На меня, как, впрочем, на многих иностранцев, не произвела впечатления русская кухня, особенно не понравилась привычка подавать пиво теплым — даже летом. Я попросил гида-переводчика, чтобы мне дали холодного пива, но, видимо, меня не поняли. Однажды за обедом я встал из-за стола и, к удивлению всех присутствующих, отнес две бутылки в холодильник. Таким образом я хотел показать, чего же добиваюсь. Вечером, когда я пришел в ресторан, пиво было холодным. Кое-кто из присутствующих попробовал холодное пиво, оно всем очень понравилось. После этого случая пиво стали подавать холодным.

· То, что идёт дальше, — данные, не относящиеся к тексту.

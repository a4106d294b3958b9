import { SeasonRun1796165195155 } from './migrations/1796165195155-SeasonRun';

/** Reviewed migrations of the season run and tiers. */
export const seasonMigrations: Function[] = [SeasonRun1796165195155];
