import { Link } from 'react-router-dom';
import type { FlagDto } from '../../../../shared/api/flags.schema';
import { driverShares } from '../../../../shared/tier/driver-shares';
import { useFormat } from '../../../i18n/format';
import { TierBadge } from '../../ladder/components/tier-badge';
import { useFlagFormat } from '../flag-format';
import { useRenderMessage } from '../message';

/**
 * What a supervisor needs to decide: district, the tier that raised the flag beside the district's tier
 * now, the flag's week, whether it is superseded or lapsed, why (the internal note), the drivers at the
 * time (shares from the one driverShares), the message and the actions.
 */
export function FlagSummary({ flag, linkToPage = false }: { flag: FlagDto; linkToPage?: boolean }) {
  const f = useFlagFormat();
  const { t } = f;
  const { percent } = useFormat();
  const render = useRenderMessage();
  const shares = driverShares(flag.drivers);
  const status = f.statusLabel(flag);
  const waiting = flag.status === 'open' || flag.status === 'lapsed';
  // Waiting: what approving would send now; decided: what was approved (a person's words as written).
  const message = waiting ? render(flag.proposal) : flag.finalComposed ? render(flag.finalComposed) : (flag.finalMessage ?? render(flag.message));
  return (
    <div className="min-w-0 space-y-3 break-words">
      <div className="flex flex-wrap items-center gap-3">
        <h2 className="section-title !mb-0">
          {linkToPage ? (
            <Link className="link" to={`/flags/${flag.id}`}>
              {flag.districtName} ({flag.districtCode})
            </Link>
          ) : (
            `${flag.districtName} (${flag.districtCode})`
          )}
        </h2>
        <span className="status" data-testid="flag-status">{status}</span>
      </div>
      <dl className="grid grid-cols-[auto_1fr] items-center gap-x-3 gap-y-1 text-sm" data-testid="flag-tiers">
        <dt className="font-bold">{t('summary.tierAtFlag')}</dt>
        <dd className="flex flex-wrap items-center gap-2">
          {flag.tier ? <TierBadge tier={flag.tier} /> : <span className="text-ink-muted">{t('summary.noTier')}</span>}
          {flag.epiWeek && flag.epiYear ? <span>{t('summary.week', { week: flag.epiWeek, year: flag.epiYear })}</span> : null}
        </dd>
        <dt className="font-bold">{t('summary.tierNow')}</dt>
        <dd className="flex flex-wrap items-center gap-2">
          {flag.current ? (
            <>
              <TierBadge tier={flag.current.tier} />
              <span>{t('summary.nowWeek', { week: flag.current.epiWeek, year: flag.current.epiYear })}</span>
            </>
          ) : (
            <span className="text-ink-muted">{t('summary.noTierNow')}</span>
          )}
        </dd>
      </dl>
      <p className="text-sm text-ink-muted">
        {[
          f.reasonLabel(flag),
          t('summary.raised', { who: f.raisedByLabel(flag), when: f.formatWhen(flag.createdAt) }),
          flag.status === 'open' && flag.lapsesAt ? t('summary.lapsesOn', { when: f.formatWhen(flag.lapsesAt) }) : null,
        ]
          .filter(Boolean)
          .join(' · ')}
      </p>
      {flag.status === 'lapsed' ? (
        <p className="border-l-4 border-line pl-3 text-sm font-bold" role="note">{t('summary.lapsed')}</p>
      ) : flag.superseded ? (
        <p className="border-l-4 border-line pl-3 text-sm font-bold" role="note">{t('summary.superseded')}</p>
      ) : null}
      {flag.note ? <p className="text-sm">{t('summary.why', { note: flag.note })}</p> : null}
      {shares.length ? (
        <p className="text-sm">
          {t('summary.drivers', {
            list: shares.map((d) => t('summary.driverShare', { label: f.driverLabel({ id: d.id, label: d.id }), share: percent(d.share) })).join(' · '),
          })}
        </p>
      ) : null}
      <div>
        <h3 className="text-sm font-bold">{flag.publicMessage ? t('summary.publicMessage') : t('summary.messageHeading')}</h3>
        <blockquote className="border-l-4 border-line pl-3" data-testid="flag-message">{message}</blockquote>
      </div>
      <details>
        <summary className="cursor-pointer py-1 text-sm font-bold">{t('summary.actions', { count: flag.actions.length })}</summary>
        <ul className="mt-2 list-disc space-y-1 pl-5 text-sm">
          {flag.actions.map((a) => {
            const action = f.action(a);
            return (
              <li key={a.id}>
                <strong>{action.title}.</strong> {action.text}
              </li>
            );
          })}
        </ul>
        <p className="mt-2 text-sm italic">{f.caution()}</p>
      </details>
      {!waiting ? (
        <p className="text-sm">
          {t(flag.decisionReason ? 'summary.decidedWithReason' : 'summary.decided', {
            status,
            who: flag.decidedBy?.displayName ?? t('someone'),
            when: flag.decidedAt ? f.formatWhen(flag.decidedAt) : '—',
            reason: flag.decisionReason ?? '',
          })}
        </p>
      ) : null}
    </div>
  );
}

Мои коллеги из «Ла Скала» были в Москве десять лет назад и знали, что кухня не самое сильное в России. Многие привезли полные чемоданы пармезанского сыра, специй и прочего.
Я с Мартой и родителями ходил в гости к Галине Вишневской. (Ее муж, Мстислав Ростропович, был в это время где-то за рубежом.) Она была очень озабочена, поскольку супруги уже готовились к отъезду из своей страны. Мы пели вместе, а потом я съел так много блинов с черной и красной икрой, что на следующий день у меня страшно болел живот. Квартира Ростроповича и Вишневской находилась в том же доме, где жили Шостакович и Хачатурян. Музыкальный вечер у Вишневской до удивления походил на наши «музыкальные понедельники» у Пепе Эстевы в Мехико.
Выступать перед огромной аудиторией Кремлевского Дворца съездов было непривычно. В конце концерта публика бесконечно вызывала нас, и сопрано Маргерита Ринальди решила спеть арию Оскара из третьего акта «Бала-маскарада». Под рукой не оказалось нот, а аккомпаниатор не знал арию на память, так что мне пришлось сесть за рояль. Когда бисировать пришлось мне, я спел по-русски арию Ленского из «Евгения Онегина». После этого многие слушатели буквально ринулись на сцену, чтобы заключить меня в объятия, и, честно говоря, я сильно перепугался — по сцене катился рояль, а за ним неслась толпа. Наконец мне и моим коллегам удалось уйти со сцены, и, слава богу, дело обошлось без травм. После оперных спектаклей у служебного выхода меня тоже ждали толпы поклонников. Милиционеры пытались как-то очистить проход, но мне и самому хотелось дать автографы, обменяться рукопожатиями с наиболее преданными любителями вокала. Я обнял за плечи двух из них, и так мы шли от театра до гостиницы в сопровождении целой толпы. Может быть, какая-то доля этой неправдоподобной сердечности русской публики основана на том, что театр — то место, где русские могут открыто выражать свои чувства. Однако надо признать, что тонкость их восприятия музыки связана и с богатыми музыкальными традициями в России.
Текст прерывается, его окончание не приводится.